Argos Email Fail
Brad and I have really generous friends, so generous in fact, that a bunch of them clubbed together to buy the last remaining item on our wedding list - which was a super ace coffee machine. Unfortunately we only have a very small kitchen, so we needed to get a kitchen cabinet so we could have a reshuffle of our appliances until we buy a place of our own. Given we may not need it in our new house, I only wanted to get something reasonably priced, so it seemed a perfect situation to Argos it, as they say in their ads. Unfortunately, I must have left a marketing preferences checked by mistake, so I’ve been receiving email from Argos. This in itself, is a major user experience flaw, since it really should be opt-in.
Today, on receiving another email, thought it would be a good idea to unsubscribe. I scrolled to the end of the email, only to find almost a full screen of copy. I assume the legal team pushed for this to be included which is a shame. There is definitely a big opportunity for the “small print” to be done as a partnership between legal teams and UX / Marketing teams. No one reads that junk!

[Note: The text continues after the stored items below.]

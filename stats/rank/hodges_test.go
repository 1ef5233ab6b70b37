package rank

import (
	"encoding/json"
	"errors"
	"math"
	"testing"

	"furrow/internal/testkit"
)

// jnum is a JSON number that also reads jsonlite's "Inf" and "-Inf".
type jnum float64

func (j *jnum) UnmarshalJSON(b []byte) error {
	switch string(b) {
	case `"Inf"`:
		*j = jnum(math.Inf(1))
		return nil
	case `"-Inf"`:
		*j = jnum(math.Inf(-1))
		return nil
	}
	var f float64
	if err := json.Unmarshal(b, &f); err != nil {
		return err
	}
	*j = jnum(f)
	return nil
}

// hlRef mirrors testdata/ref_hl.json from testdata/ref_hl.R (R 4.2.2
// wilcox.test; the stratified inversion written from the formulas).
type hlRef struct {
	RVersion  string `json:"r_version"`
	TwoSample []struct {
		X, Y                       []float64
		Alt                        string
		Level                      float64
		Exact, Correct             bool
		Estimate, Lower, Upper, HL jnum
	} `json:"two_sample"`
	OneSample []struct {
		D                          []float64
		Alt                        string
		Level                      float64
		Exact, Correct             bool
		Estimate, Lower, Upper, HL jnum
	} `json:"one_sample"`
	Stratified []struct {
		Strata                 [][][]float64
		Level                  float64
		Alt                    string
		Estimate, Lower, Upper jnum
	} `json:"stratified"`
	OneStratum struct {
		X, Y         []float64
		Level        float64
		Lower, Upper jnum
	} `json:"one_stratum_wilcox"`
}

func loadHL(t *testing.T) hlRef {
	t.Helper()
	var r hlRef
	testkit.DecodeFile(t, "testdata/ref_hl.json", &r)
	return r
}

// bound compares an interval bound: both infinite with the same sign, or
// near within tol.
func bound(got float64, want jnum, tol float64) bool {
	w := float64(want)
	if math.IsInf(w, 0) {
		return got == w
	}
	return testkit.Close(got, w, tol)
}

func methodOf(exact bool) Method {
	if exact {
		return MethodExact
	}
	return MethodNormal
}

// R's normal-approximation bounds and estimate come from uniroot with
// tol = 1e-4 on a step function, so they sit within about 1e-4 of the
// breakpoint we return exactly: tolerance 5e-4 absolute for those, 1e-12
// for the exact order statistics and for median(outer(...)).
func TestHLShiftAgainstR(t *testing.T) {
	ref := loadHL(t)
	for i, c := range ref.TwoSample {
		r, err := HLShift(c.X, c.Y, c.Level, Options{Alternative: altOf(c.Alt), Method: methodOf(c.Exact), NoContinuity: !c.Correct})
		if err != nil {
			t.Fatalf("case %d: %v", i, err)
		}
		tol := 5e-4
		if c.Exact {
			tol = 1e-12
			if !testkit.Close(r.Estimate, float64(c.Estimate), tol) {
				t.Errorf("case %d: estimate %v, R 4.2.2 wilcox.test %v", i, r.Estimate, c.Estimate)
			}
		}
		if !testkit.Close(r.Estimate, float64(c.HL), 1e-12) {
			t.Errorf("case %d: estimate %v, R 4.2.2 median(outer(x, y, \"-\")) %v", i, r.Estimate, c.HL)
		}
		if !bound(r.Lower, c.Lower, tol) || !bound(r.Upper, c.Upper, tol) {
			t.Errorf("case %d (%s %v exact=%v correct=%v): interval [%v, %v], R 4.2.2 wilcox.test [%v, %v]",
				i, c.Alt, c.Level, c.Exact, c.Correct, r.Lower, r.Upper, c.Lower, c.Upper)
		}
		if r.Exact != c.Exact || r.Continuity != (c.Correct && !c.Exact) {
			t.Errorf("case %d: exact %v continuity %v", i, r.Exact, r.Continuity)
		}
	}
}

func TestHLLocationAgainstR(t *testing.T) {
	ref := loadHL(t)
	for i, c := range ref.OneSample {
		r, err := HLLocation(c.D, c.Level, Options{Alternative: altOf(c.Alt), Method: methodOf(c.Exact), NoContinuity: !c.Correct})
		if err != nil {
			t.Fatalf("case %d: %v", i, err)
		}
		tol := 5e-4
		if c.Exact {
			tol = 1e-12
			if !testkit.Close(r.Estimate, float64(c.Estimate), tol) {
				t.Errorf("case %d: estimate %v, R 4.2.2 wilcox.test %v", i, r.Estimate, c.Estimate)
			}
		}
		if !testkit.Close(r.Estimate, float64(c.HL), 1e-12) {
			t.Errorf("case %d: estimate %v, R 4.2.2 median of Walsh averages %v", i, r.Estimate, c.HL)
		}
		if !bound(r.Lower, c.Lower, tol) || !bound(r.Upper, c.Upper, tol) {
			t.Errorf("case %d (%s %v exact=%v correct=%v): interval [%v, %v], R 4.2.2 wilcox.test [%v, %v]",
				i, c.Alt, c.Level, c.Exact, c.Correct, r.Lower, r.Upper, c.Lower, c.Upper)
		}
	}
}

func strataOf(s [][][]float64) []Stratum {
	out := make([]Stratum, len(s))
	for i, g := range s {
		out[i] = Stratum{Groups: g}
	}
	return out
}

// The R side evaluates van Elteren's statistic with rank() at gap
// midpoints (testdata/ref_hl.R); bounds are breakpoints, so 1e-12.
func TestHLStratifiedAgainstR(t *testing.T) {
	ref := loadHL(t)
	for i, c := range ref.Stratified {
		r, err := HLStratified(strataOf(c.Strata), c.Level, Options{Alternative: altOf(c.Alt)})
		if err != nil {
			t.Fatalf("case %d: %v", i, err)
		}
		if !testkit.Close(r.Estimate, float64(c.Estimate), 1e-12) || !bound(r.Lower, c.Lower, 1e-12) || !bound(r.Upper, c.Upper, 1e-12) {
			t.Errorf("case %d: %v [%v, %v], R 4.2.2 inversion by formula %v [%v, %v]", i, r.Estimate, r.Lower, r.Upper, c.Estimate, c.Lower, c.Upper)
		}
	}
	o := ref.OneStratum
	r, err := HLStratified([]Stratum{{Groups: [][]float64{o.X, o.Y}}}, o.Level, Options{})
	if err != nil {
		t.Fatal(err)
	}
	if !bound(r.Lower, o.Lower, 5e-4) || !bound(r.Upper, o.Upper, 5e-4) {
		t.Errorf("one stratum: [%v, %v], R 4.2.2 wilcox.test(correct = FALSE) [%v, %v]", r.Lower, r.Upper, o.Lower, o.Upper)
	}
}

// With one stratum the stratified inversion is the unstratified normal
// interval without continuity correction (property; exact agreement).
func TestHLStratifiedOneStratum(t *testing.T) {
	ref := loadHL(t)
	for i, c := range ref.TwoSample {
		for _, alt := range []Alternative{TwoSided, Greater, Less} {
			st, err := HLStratified([]Stratum{{Groups: [][]float64{c.X, c.Y}}}, c.Level, Options{Alternative: alt})
			if err != nil {
				t.Fatal(err)
			}
			un, err := HLShift(c.X, c.Y, c.Level, Options{Alternative: alt, Method: MethodNormal, NoContinuity: true})
			if err != nil {
				t.Fatal(err)
			}
			if !testkit.Close(st.Estimate, un.Estimate, 1e-12) || st.Lower != un.Lower || st.Upper != un.Upper {
				t.Errorf("case %d %v: stratified %v [%v, %v], unstratified %v [%v, %v]", i, alt, st.Estimate, st.Lower, st.Upper, un.Estimate, un.Lower, un.Upper)
			}
		}
	}
}

// Shifting the first sample by d shifts estimate and bounds by d
// (equivariance; exact up to the rounding of x + d).
func TestHLShiftEquivariance(t *testing.T) {
	ref := loadHL(t)
	const d = 3.25
	add := func(v []float64) []float64 {
		out := make([]float64, len(v))
		for i := range v {
			out[i] = v[i] + d
		}
		return out
	}
	c := ref.TwoSample[0]
	a, _ := HLShift(c.X, c.Y, 0.95, Options{})
	b, _ := HLShift(add(c.X), c.Y, 0.95, Options{})
	if !testkit.Close(b.Estimate, a.Estimate+d, 1e-12) || !testkit.Close(b.Lower, a.Lower+d, 1e-12) || !testkit.Close(b.Upper, a.Upper+d, 1e-12) {
		t.Errorf("two-sample: %v [%v, %v] after shift, %v [%v, %v] before", b.Estimate, b.Lower, b.Upper, a.Estimate, a.Lower, a.Upper)
	}
	s := ref.Stratified[0]
	st := strataOf(s.Strata)
	sh := make([]Stratum, len(st))
	for i := range st {
		sh[i] = Stratum{Groups: [][]float64{add(st[i].Groups[0]), st[i].Groups[1]}}
	}
	a, _ = HLStratified(st, 0.9, Options{})
	b, _ = HLStratified(sh, 0.9, Options{})
	if !testkit.Close(b.Estimate, a.Estimate+d, 1e-12) || !testkit.Close(b.Lower, a.Lower+d, 1e-12) || !testkit.Close(b.Upper, a.Upper+d, 1e-12) {
		t.Errorf("stratified: %v [%v, %v] after shift, %v [%v, %v] before", b.Estimate, b.Lower, b.Upper, a.Estimate, a.Lower, a.Upper)
	}
	o := ref.OneSample[0]
	a, _ = HLLocation(o.D, 0.95, Options{})
	b, _ = HLLocation(add(o.D), 0.95, Options{})
	if !testkit.Close(b.Estimate, a.Estimate+d, 1e-12) || !testkit.Close(b.Lower, a.Lower+d, 1e-12) || !testkit.Close(b.Upper, a.Upper+d, 1e-12) {
		t.Errorf("one-sample: %v [%v, %v] after shift, %v [%v, %v] before", b.Estimate, b.Lower, b.Upper, a.Estimate, a.Lower, a.Upper)
	}
}

// The selection by bisection agrees with sorting all differences.
func TestKthDiffMatchesSort(t *testing.T) {
	x := []float64{3.1, -2, 0.5, 7.25, 0.5, 1e-3}
	y := []float64{-1, 4.4, 2, 2, -0.25}
	var all []float64
	for _, a := range x {
		for _, b := range y {
			all = append(all, a-b)
		}
	}
	sortFloats(all)
	xs, ys := sorted(x), sorted(y)
	for k := 1; k <= len(all); k++ {
		if got := kthDiff(xs, ys, k); got != all[k-1] {
			t.Fatalf("k = %d: %v, sorted %v", k, got, all[k-1])
		}
	}
	var w []float64
	for i := range x {
		for j := i; j < len(x); j++ {
			w = append(w, walsh(x[i], x[j]))
		}
	}
	sortFloats(w)
	for k := 1; k <= len(w); k++ {
		if got := kthWalsh(xs, k); got != w[k-1] {
			t.Fatalf("walsh k = %d: %v, sorted %v", k, got, w[k-1])
		}
	}
}

func TestHLErrors(t *testing.T) {
	if _, err := HLShift(nil, []float64{1}, 0.95, Options{}); !errors.Is(err, ErrTooFew) {
		t.Errorf("empty x: %v", err)
	}
	if _, err := HLShift([]float64{1, math.NaN()}, []float64{1}, 0.95, Options{}); err == nil {
		t.Error("NaN accepted")
	}
	if _, err := HLShift([]float64{1, 2}, []float64{3}, 1.5, Options{}); err == nil {
		t.Error("level 1.5 accepted")
	}
	// All values tied: between breakpoints x - c and y never tie, so the
	// variance stays positive; every difference is 0.
	if r, err := HLShift([]float64{1, 1}, []float64{1, 1}, 0.95, Options{}); err != nil || r.Estimate != 0 {
		t.Errorf("all tied: %+v %v", r, err)
	}
	if _, err := HLShift([]float64{1, 1, 2}, []float64{3, 4}, 0.95, Options{Method: MethodExact}); !errors.Is(err, ErrExactTies) {
		t.Errorf("exact with ties: %v", err)
	}
	if _, err := HLLocation(nil, 0.95, Options{}); !errors.Is(err, ErrTooFew) {
		t.Errorf("empty d: %v", err)
	}
	if _, err := HLStratified([]Stratum{{Groups: [][]float64{{1}, nil}}}, 0.95, Options{}); !errors.Is(err, ErrTooFew) {
		t.Errorf("no usable stratum: %v", err)
	}
	if _, err := HLStratified([]Stratum{{Groups: [][]float64{{1}}}}, 0.95, Options{}); err == nil {
		t.Error("one treatment accepted")
	}
	// Too small to reach the level: infinite bounds, not an error.
	r, err := HLShift([]float64{1, 2}, []float64{3}, 0.95, Options{})
	if err != nil || !math.IsInf(r.Lower, -1) || !math.IsInf(r.Upper, 1) {
		t.Errorf("tiny samples: %+v %v", r, err)
	}
}

func sorted(v []float64) []float64 {
	out := append([]float64(nil), v...)
	sortFloats(out)
	return out
}

func sortFloats(v []float64) {
	for i := 1; i < len(v); i++ {
		for j := i; j > 0 && v[j] < v[j-1]; j-- {
			v[j], v[j-1] = v[j-1], v[j]
		}
	}
}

On finding the link to unsubscribe, I was taken to a form. The form was titled well but why put the “Please keep me on your email list” in the main focus column and have the actual unsubscribe options on the right? Yuck. If you want to give me options Argos, why not title the link “Modify Email Preferences” which gives me the option to unsubscribe and the option to prescribe which types of emails I’d like to receive in granular detail. Saying “email me less frequently” means nothing to me. You need to offer a little bit of granularity. Maybe I want the sale announcements, maybe I just want to know when you have a new catalogue… If there is any confusion, I’m probably just going to want to unsubscribe from everything.

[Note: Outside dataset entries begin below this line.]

def test_json_is_strict_even_with_undefined_numbers(tiny, tmp_path, capsys):
    # a contrast ratio of a zero exact peak is undefined (NaN): it is written as null
    tiny.write_text(TINY.replace("a_perp_hz = 20e3", "a_perp_hz = 0.0"))
    out = tmp_path / "out"
    argv = ["run", str(tiny), "--out", str(out), "--engines", "exact,trotter", "--workers", "1"]
    assert main(argv) == 0
    text = (out / "report.json").read_text()
    assert "NaN" not in text and "Infinity" not in text
    json.loads(text, parse_constant=lambda c: pytest.fail(c))


# --- item 5, 6: conflicting options, messages ------------------------------------------------


@pytest.mark.parametrize(
    ("tail", "match"),
    [
        (["--resume", "--fresh"], "`--resume` and `--fresh` contradict each other"),
        (["--engines", ""], "`--engines` must list engines"),
        (["--engines", " , "], "`--engines` must list engines"),
    ],
)
def test_conflicting_options_refused(tiny, tmp_path, capsys, no_work, tail, match):
    one_line_exit_2(["run", str(tiny), "--out", str(tmp_path / "o"), *tail], capsys, match)


def test_noisy_without_processor_names_the_default_processor(tiny, tmp_path, capsys):
    tiny.write_text(TINY + '[noise]\nmethod = "trajectories"\ntrajectories = 4\n')
    out = tmp_path / "out"
    argv = ["run", str(tiny), "--out", str(out), "--engines", "exact,noisy", "--workers", "1"]
    assert main(argv) == 0
    assert "the noisy engine runs on the default processor grid:3x3" in capsys.readouterr().out


def test_memory_message_of_run_names_runs_flag(tmp_path, capsys):
    path = tmp_path / "big.toml"
    path.write_text(_big_cluster(24))
    argv = ["run", str(path), "--out", str(tmp_path / "o"), "--engines", "exact"]
    one_line_exit_2([*argv, "--max-work", "1e40"], capsys, "`--engines typical` for run")


class _Terminal:
    """A terminal that reports no size (as some consoles and CI terminals do)."""

    def __init__(self):
        self.text = ""

    def isatty(self):
        return True

    def fileno(self):
        raise OSError("no size")

    def write(self, text):
        self.text += text

    def flush(self):
        pass


def test_progress_bar_shows_on_a_terminal_without_width():
    term = _Terminal()
    bar = cli._progress(4, "exact", term)
    bar.update(2)
    bar.refresh()
    assert "2/4" in term.text
    bar.close()


# --- item 14: one writer per store, stale temporary files ------------------------------------


def test_second_writer_is_refused_and_stale_temps_are_cleaned(tiny, tmp_path, capsys):
    out = tmp_path / "out"
    run = ["run", str(tiny), "--out", str(out), "--engines", "exact", "--workers", "1"]
    assert main(run) == 0
    sc = parse_scenario(TINY)
    live = ResultsStore(out / STORE_NAME, digest=sc.digest, engines=("exact",), shape=(2, 1))
    try:
        one_line_exit_2([*run, "--resume"], capsys, "another dnpqc run is writing")
        one_line_exit_2([*run, "--fresh"], capsys, "another dnpqc run is writing")
    finally:
        live.close()
    with sqlite3.connect(out / STORE_NAME) as db:
        assert db.execute("SELECT COUNT(*) FROM points").fetchone()[0] == 3
    (out / ".report.json.k1ll3d.tmp").write_text('{"half')
    assert main([*run, "--fresh"]) == 0
    assert not list(out.glob(".*.tmp"))


def test_store_is_created_at_the_first_commit(tmp_path):
    sc = parse_scenario(TINY)
    path = tmp_path / "sub" / STORE_NAME
    store = ResultsStore(path, digest=sc.digest, engines=("exact",), shape=(2, 1))
    assert store.done("exact") == set() and not path.parent.exists()
    store.put("exact", [0], [sc.sweep.values[0]], np.zeros((1, 2, 1)))
    assert path.exists() and store.done("exact") == {0}
    store.close()


def test_one_line_guard_in_main_escapes_control_characters(capsys, tmp_path):
    # a message that carries user text can never print two lines
    one_line_exit_2(["sweep", str(tmp_path / "a\nb.toml")], capsys, "cannot read scenario")
    assert output.one_line("a\nb") == "a\\nb"


def test_tiny_angle_coefficients_are_refused_not_lost(tmp_path, capsys):
    # qiskit 2.6 drops the variable of `1e-15 * Parameter("x")` (measured); a frequency of
    # 1e-15 Hz under a swept tau would silently give wrong angles
    from qiskit.circuit import Parameter

    from dnpqc.errors import ScenarioError
    from dnpqc.physics.expr import Poly

    x = Parameter("x")
    assert float(Poly.variable("x", 1e-12).expression({"x": x}).bind({x: 2.0})) == 2e-12
    with pytest.raises(ScenarioError, match="coefficient below 1e-13"):
        Poly.variable("x", 1e-15).expression({"x": x})
    path = tmp_path / "p.toml"
    pulsed = TINY.replace('protocol = "spin-lock"\nrabi_hz = 530e3', 'protocol = "pulsed"')
    pulsed = pulsed.replace('parameter = "rabi_hz"\nstart = 515e3\nstop = 550e3', "")
    pulsed = pulsed.replace("[sweep]", '[sweep]\nparameter = "tau_s"\nstart = 2e-6\nstop = 3e-6')
    pulsed = pulsed.replace("interaction_time_s = 20e-6", "blocks = 2")
    path.write_text(pulsed.replace("a_perp_hz = 20e3", "a_perp_hz = 1e-15"))
    one_line_exit_2(["sweep", str(path), "--engine", "trotter"], capsys, "coefficient below")
    path.write_text(pulsed)
    assert main(["sweep", str(path), "--engine", "trotter"]) == 0


def test_an_edit_never_silently_discards_an_unfinished_run(tiny, tmp_path, capsys):
    out = tmp_path / "out"
    sc = parse_scenario(TINY)
    store = ResultsStore(
        out / STORE_NAME, digest=sc.digest, engines=("exact",), shape=(2, 1), points=3
    )
    store.put("exact", [0], sc.sweep.values[:1], np.zeros((1, 2, 1)))  # as if killed here
    store.close()
    tiny.write_text(TINY + "# a comment-only edit\n")
    run = ["run", str(tiny), "--out", str(out), "--engines", "exact", "--workers", "1"]
    one_line_exit_2(run, capsys, "holds an unfinished run of another version of the scenario")
    assert main([*run, "--fresh"]) == 0


@pytest.mark.parametrize(
    ("answer", "match"),
    [(None, "it did not answer"), (b"HTTP/1.1 400 Bad Request\r\n\r\n", "not a Dask scheduler")],
)
def test_a_listener_that_is_not_a_scheduler_ends_in_one_line(
    tiny, tmp_path, capsys, monkeypatch, answer, match
):
    pytest.importorskip("distributed")
    import socket
    import threading
    import time

    monkeypatch.setattr("dnpqc.pipeline.sweep.CONNECT_TIMEOUT_S", 1)
    server = socket.create_server(("127.0.0.1", 0))
    held = []

    def serve():
        conn, _ = server.accept()
        held.append(conn)
        if answer:
            conn.sendall(answer)

    threading.Thread(target=serve, daemon=True).start()
    address = f"tcp://127.0.0.1:{server.getsockname()[1]}"
    out = tmp_path / "out"
    start = time.monotonic()
    argv = ["run", str(tiny), "--out", str(out), "--engines", "exact", "--scheduler", address]
    one_line_exit_2(argv, capsys, match)
    assert time.monotonic() - start < 10 and not out.exists()
    server.close()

That is of course, if the form actually works. On clicking submit, where did I go to? To an error page. Ironically with text that says We never send out unsolicited emails. You can unsubscribe at any time. Unless of course, the form doesn’t work that is.

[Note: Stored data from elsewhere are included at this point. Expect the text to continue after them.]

"""Study files (TOML) -> a validated :class:`Study`.

A study names two filtered shapes f and g and the settings of each stage.
Every mistake raises :class:`~specmap.errors.StudyError` naming the file, the
field and the fix. Study files are data: expressions are compiled by
:mod:`specmap.expr` (an AST whitelist), never evaluated as code.

Format (all tables but ``[study]``, ``[f]``, ``[g]`` optional)::

    [study]
    name = "demo"            # results go to results/<name>/
    seed = 7

    [constants]              # names usable in expressions
    k = 0.3

    [f]                      # exactly one of: surface, mesh, grid
    surface = "ellipsoid"    # or "torus"
    radii = [2.0, 1.0, 1.0]  # torus: [R, r] with R > r > 0, axis z
    map = ["x", "y + k*z"]
    resolution = 3000        # mesh vertices for slices and the PL checks
    insist = false           # true: go on with a constant or dependent pair (caveat in every result)

    [g]
    mesh = "g.ply"           # .ply .off .obj, closed triangulated surface
    fields = ["f1", "f2"]    # or map = [...]

    [window]
    a = [0.02, 0.98]
    b = [-3.0, 3.0]

    [map]      pairs = "all" | "roles", resolution = <nodes per side>, method = "sweep" | "naive",
               max_contours = <budget per grid for a mesh's simplify = "auto">,
               reading = "points" | "contours", memory = "6GB" (atlas budget; default half of RAM),
               tiles = [na, nb] | "auto", costs = [lo, hi] (map only the ties whose tied cost lies
               in [lo, hi], value units; default: the whole special set)
    [distance] method = "both" | "dense" | "reduced", degrees = [0, 1, 2], dense_resolution = <nodes>,
               special_max_lines = <lines of the reduced search's special-set pass>,
               certify = "max" | "each", slope_max_lines = <lines of the slope-one search per degree>,
               strip_budget = <whole-strip search lines per dense node, 0 off>,
               mesh_check = [2, 4] (mesh-to-surface term: D_k again at 2x and 4x the surfaces'
               resolution; default [] = off)
    [perturb]  model = "function" | "grid", size = <sup norm>, runs = <count>, seed = <int>,
               sizes = [1e-3, 1e-2], distance = false

Every default is that of :mod:`specmap.settings` (``MapSettings``, ``DistanceSettings``,
``PerturbSettings``, ``GridSettings``); the ``[map]`` and ``[distance]`` tables *are*
``MapSettings`` and ``DistanceSettings`` values.
"""

from __future__ import annotations

import math
import tomllib
from dataclasses import dataclass, field
from pathlib import Path
from typing import Any

from specmap.errors import StudyError
from specmap.settings import (
    CERTIFY,
    DISTANCE_METHODS,
    MAP_METHODS,
    MODELS,
    PAIRS,
    READINGS,
    ROUTES,
    DistanceSettings,
    GridSettings,
    MapSettings,
    PerturbSettings,
)
from specmap.strip import Window

SURFACES = {"ellipsoid": 3, "torus": 2}
MESH_SUFFIXES = (".ply", ".off", ".obj")
TABLES = {"study", "constants", "f", "g", "window", "map", "distance", "perturb"}
# Integer settings that a command-line flag can also set: one range for the file and the flag.
RADII_RANGE = (1e-12, 1e12)
"""Accepted radii of a surface: the grid-file coordinate range (``specmap.grids.model.COORD_LIMIT``);
radii of 1e300 overflowed in the normality test, 1e-300 underflowed to a non-finite grid."""
LIMITS: dict[str, tuple[int, int]] = {"map.resolution": (5, 4001), "perturb.runs": (1, 100_000)}
SURFACE_RESOLUTION = (100, 2_000_000)
"""Accepted ``resolution`` (mesh vertices) of a surface; a ``mesh_check`` factor must keep it inside."""
MESH_CHECK_FACTORS = (2, 64)
"""Accepted factors of ``[distance] mesh_check`` (and ``--mesh-check``)."""


def mesh_check_factors(
    value: Any, shapes: tuple[ShapeSpec, ShapeSpec], *, file: str, field: str, form: str
) -> tuple[int, ...]:
    """The factors of ``[distance] mesh_check`` or ``--mesh-check``, sorted, duplicates dropped.

    ``value`` is a list of whole numbers in :data:`MESH_CHECK_FACTORS`; an empty list is off. The
    largest factor times the resolution of each surface must stay within
    :data:`SURFACE_RESOLUTION` (a mesh or grid file has no resolution: that is not checked here,
    see :func:`specmap.meshterm.not_remeshable`).

    Parameters
    ----------
    shapes : (ShapeSpec, ShapeSpec)
        f and g.
    file, field : str
        Where the value was given (the study file, and ``distance.mesh_check`` or the flag).
    form : str
        How to write a good value there, for the fix (``mesh_check = [2, 4]`` or ``--mesh-check 2,4``).

    Raises
    ------
    StudyError
        One line naming ``file``, ``field`` and the fix.

    Examples
    --------
    >>> s = ShapeSpec("f", "surface", resolution=1000)
    >>> mesh_check_factors([4, 2, 4], (s, s), file="s.toml", field="distance.mesh_check", form="[2, 4]")
    (2, 4)
    """
    lo, hi = MESH_CHECK_FACTORS
    if not isinstance(value, list) or not all(isinstance(x, int) and not isinstance(x, bool) for x in value):
        raise StudyError(
            f"{value!r} is not a list of whole factors",
            file=file,
            field=field,
            fix=f"give whole factors > 1 like {form} (an empty list is off)",
        )
    bad = [x for x in value if not lo <= x <= hi]
    if bad:
        raise StudyError(
            f"factor {bad[0]} is out of range",
            file=file,
            field=field,
            fix=f"give whole factors in [{lo}, {hi}] like {form}",
        )
    factors = tuple(sorted(set(value)))
    for spec in shapes:
        if factors and spec.source == "surface" and factors[-1] * spec.resolution > SURFACE_RESOLUTION[1]:
            raise StudyError(
                f"factor {factors[-1]} times {spec.label}.resolution {spec.resolution} is "
                f"{factors[-1] * spec.resolution} vertices, above the limit {SURFACE_RESOLUTION[1]}",
                file=file,
                field=field,
                fix=f"give smaller factors, or lower {spec.label}.resolution",
            )
    return factors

This rant was rather longer than I expected, to sum up the list of problems:
- Don’t make marketing options opt-out when I purchase something. These should always be opt-in. I’m buying something from you, don’t sneakily try to sign me up to emails in the process.
- Don’t forget about the small print. Make it easy and clear to read.
- If you really want to encourage people to stay signed up to emails, offer them a chance to Modify Email Preferences from each email and give them granular choices rather than an ambiguous option.
- Give people a link to unsubscribe and then let them do that. Don’t confuse them with other options in the hope they will give up and stay subscribed.
- Finally, make sure unsubscribing works. I can think of a number of companies which never bother to unsubscribe you no matter how many times you request it.